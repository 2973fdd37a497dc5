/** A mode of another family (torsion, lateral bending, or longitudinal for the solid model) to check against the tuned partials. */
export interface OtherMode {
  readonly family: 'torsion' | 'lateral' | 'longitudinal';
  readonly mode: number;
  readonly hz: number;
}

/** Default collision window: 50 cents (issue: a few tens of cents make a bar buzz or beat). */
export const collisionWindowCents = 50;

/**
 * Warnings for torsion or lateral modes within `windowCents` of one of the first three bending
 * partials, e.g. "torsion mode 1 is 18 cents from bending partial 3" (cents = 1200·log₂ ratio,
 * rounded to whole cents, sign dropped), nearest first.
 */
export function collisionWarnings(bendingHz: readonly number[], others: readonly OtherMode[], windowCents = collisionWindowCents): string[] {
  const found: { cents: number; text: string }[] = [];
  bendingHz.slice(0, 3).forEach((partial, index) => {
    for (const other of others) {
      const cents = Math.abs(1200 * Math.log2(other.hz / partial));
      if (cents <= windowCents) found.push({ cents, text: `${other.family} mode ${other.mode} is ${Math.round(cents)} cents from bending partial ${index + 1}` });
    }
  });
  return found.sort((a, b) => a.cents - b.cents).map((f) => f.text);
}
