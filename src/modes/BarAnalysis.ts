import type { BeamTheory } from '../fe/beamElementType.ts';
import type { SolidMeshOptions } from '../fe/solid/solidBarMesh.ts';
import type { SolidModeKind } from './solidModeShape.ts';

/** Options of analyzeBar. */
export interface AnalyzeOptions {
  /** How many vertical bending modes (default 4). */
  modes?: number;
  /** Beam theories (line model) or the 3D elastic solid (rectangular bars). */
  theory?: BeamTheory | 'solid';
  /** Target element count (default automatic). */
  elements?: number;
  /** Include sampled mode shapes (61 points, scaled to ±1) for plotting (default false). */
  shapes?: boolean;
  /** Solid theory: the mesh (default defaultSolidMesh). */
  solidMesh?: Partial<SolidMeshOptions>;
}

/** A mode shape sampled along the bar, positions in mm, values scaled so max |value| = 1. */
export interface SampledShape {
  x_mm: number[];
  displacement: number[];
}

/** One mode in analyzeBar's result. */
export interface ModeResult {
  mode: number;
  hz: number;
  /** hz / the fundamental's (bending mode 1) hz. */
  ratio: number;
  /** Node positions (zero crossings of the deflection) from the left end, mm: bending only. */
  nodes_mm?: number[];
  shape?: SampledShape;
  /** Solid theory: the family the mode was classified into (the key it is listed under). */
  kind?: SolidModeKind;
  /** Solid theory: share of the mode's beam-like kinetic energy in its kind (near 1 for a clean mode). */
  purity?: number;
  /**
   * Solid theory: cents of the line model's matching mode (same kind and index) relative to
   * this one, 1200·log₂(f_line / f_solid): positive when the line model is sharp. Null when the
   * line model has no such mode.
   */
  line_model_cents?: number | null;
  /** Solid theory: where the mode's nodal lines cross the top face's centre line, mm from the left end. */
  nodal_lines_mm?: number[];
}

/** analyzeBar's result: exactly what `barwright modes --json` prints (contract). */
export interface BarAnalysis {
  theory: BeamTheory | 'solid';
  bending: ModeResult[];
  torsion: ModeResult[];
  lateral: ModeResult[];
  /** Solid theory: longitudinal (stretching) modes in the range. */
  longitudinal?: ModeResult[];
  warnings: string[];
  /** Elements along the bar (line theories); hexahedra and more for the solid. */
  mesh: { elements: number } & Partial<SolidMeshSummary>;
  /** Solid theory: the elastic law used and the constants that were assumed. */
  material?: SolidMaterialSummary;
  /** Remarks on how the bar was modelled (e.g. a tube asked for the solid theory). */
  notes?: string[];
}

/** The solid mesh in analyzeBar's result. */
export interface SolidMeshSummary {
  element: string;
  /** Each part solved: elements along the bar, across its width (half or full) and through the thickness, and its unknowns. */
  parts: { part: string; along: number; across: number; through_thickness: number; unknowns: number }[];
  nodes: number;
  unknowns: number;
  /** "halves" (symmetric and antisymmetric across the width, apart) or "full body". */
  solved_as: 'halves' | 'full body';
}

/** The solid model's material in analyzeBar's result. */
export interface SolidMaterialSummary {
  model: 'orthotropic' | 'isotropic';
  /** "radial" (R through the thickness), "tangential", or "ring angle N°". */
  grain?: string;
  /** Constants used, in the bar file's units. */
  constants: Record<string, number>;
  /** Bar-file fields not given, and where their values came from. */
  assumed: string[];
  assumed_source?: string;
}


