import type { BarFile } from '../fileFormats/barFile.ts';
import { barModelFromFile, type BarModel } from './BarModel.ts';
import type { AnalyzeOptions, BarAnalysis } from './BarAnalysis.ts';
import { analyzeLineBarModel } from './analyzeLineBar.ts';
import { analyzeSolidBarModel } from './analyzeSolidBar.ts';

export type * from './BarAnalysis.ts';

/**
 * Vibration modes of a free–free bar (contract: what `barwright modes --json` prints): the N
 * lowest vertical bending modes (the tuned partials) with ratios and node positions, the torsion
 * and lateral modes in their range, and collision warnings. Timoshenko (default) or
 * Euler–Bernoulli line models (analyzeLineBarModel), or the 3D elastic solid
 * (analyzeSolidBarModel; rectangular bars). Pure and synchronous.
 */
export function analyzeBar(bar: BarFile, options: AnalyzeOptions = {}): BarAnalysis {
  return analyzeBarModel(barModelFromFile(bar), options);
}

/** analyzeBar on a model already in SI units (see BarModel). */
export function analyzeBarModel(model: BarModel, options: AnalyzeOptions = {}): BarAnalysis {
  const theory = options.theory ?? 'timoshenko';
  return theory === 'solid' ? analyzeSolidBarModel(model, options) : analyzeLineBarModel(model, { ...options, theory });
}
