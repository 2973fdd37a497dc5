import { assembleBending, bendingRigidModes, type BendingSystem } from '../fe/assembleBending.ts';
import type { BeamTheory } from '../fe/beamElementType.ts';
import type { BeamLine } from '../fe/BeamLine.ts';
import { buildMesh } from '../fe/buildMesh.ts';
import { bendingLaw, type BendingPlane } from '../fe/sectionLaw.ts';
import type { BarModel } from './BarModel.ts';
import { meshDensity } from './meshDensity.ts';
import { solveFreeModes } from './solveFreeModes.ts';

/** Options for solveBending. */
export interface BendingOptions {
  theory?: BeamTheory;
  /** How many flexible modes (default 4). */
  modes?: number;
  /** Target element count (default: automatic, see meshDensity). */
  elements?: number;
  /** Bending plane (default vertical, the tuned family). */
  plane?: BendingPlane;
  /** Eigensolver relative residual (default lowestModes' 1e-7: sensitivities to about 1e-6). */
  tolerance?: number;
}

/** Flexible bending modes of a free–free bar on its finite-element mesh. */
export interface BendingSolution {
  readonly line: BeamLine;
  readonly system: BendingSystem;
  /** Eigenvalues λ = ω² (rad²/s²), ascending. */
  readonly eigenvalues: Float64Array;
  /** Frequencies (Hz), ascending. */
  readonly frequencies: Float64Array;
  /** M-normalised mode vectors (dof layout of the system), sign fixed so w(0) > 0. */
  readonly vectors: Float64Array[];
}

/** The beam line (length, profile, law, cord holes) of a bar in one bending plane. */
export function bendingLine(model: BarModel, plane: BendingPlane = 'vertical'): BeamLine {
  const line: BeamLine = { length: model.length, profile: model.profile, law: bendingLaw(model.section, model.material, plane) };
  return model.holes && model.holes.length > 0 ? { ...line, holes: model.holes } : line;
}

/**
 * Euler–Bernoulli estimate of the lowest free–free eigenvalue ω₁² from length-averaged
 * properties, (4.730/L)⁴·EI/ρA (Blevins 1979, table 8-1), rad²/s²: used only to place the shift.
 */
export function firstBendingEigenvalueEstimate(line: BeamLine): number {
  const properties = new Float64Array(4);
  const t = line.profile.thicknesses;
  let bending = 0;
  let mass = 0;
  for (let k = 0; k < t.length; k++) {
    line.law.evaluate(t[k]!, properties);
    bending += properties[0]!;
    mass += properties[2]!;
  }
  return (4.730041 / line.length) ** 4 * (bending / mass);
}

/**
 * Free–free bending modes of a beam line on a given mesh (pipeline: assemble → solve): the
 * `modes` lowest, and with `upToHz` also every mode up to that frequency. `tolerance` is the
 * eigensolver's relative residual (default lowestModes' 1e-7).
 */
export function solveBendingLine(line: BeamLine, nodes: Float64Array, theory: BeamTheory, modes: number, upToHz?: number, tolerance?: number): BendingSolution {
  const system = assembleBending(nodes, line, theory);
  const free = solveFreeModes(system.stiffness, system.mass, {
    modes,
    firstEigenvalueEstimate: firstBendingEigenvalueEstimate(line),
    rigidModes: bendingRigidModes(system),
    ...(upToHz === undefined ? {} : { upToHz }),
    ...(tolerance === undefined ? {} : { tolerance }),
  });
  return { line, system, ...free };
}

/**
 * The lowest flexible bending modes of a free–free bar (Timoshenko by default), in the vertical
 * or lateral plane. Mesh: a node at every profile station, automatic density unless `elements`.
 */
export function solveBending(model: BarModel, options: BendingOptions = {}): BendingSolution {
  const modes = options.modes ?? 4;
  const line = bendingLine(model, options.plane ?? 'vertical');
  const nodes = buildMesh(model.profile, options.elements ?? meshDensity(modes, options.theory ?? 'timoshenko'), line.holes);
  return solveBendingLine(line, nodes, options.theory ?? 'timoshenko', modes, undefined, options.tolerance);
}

● Work instruction
Using the records above, copy word for word the line with "x_mm: number[];", the line with "ratio: number;", and every line between them.

● Result
  x_mm: number[];
  displacement: number[];
}

/** One mode in analyzeBar's result. */
export interface ModeResult {
  mode: number;
  hz: number;
  /** hz / the fundamental's (bending mode 1) hz. */
  ratio: number;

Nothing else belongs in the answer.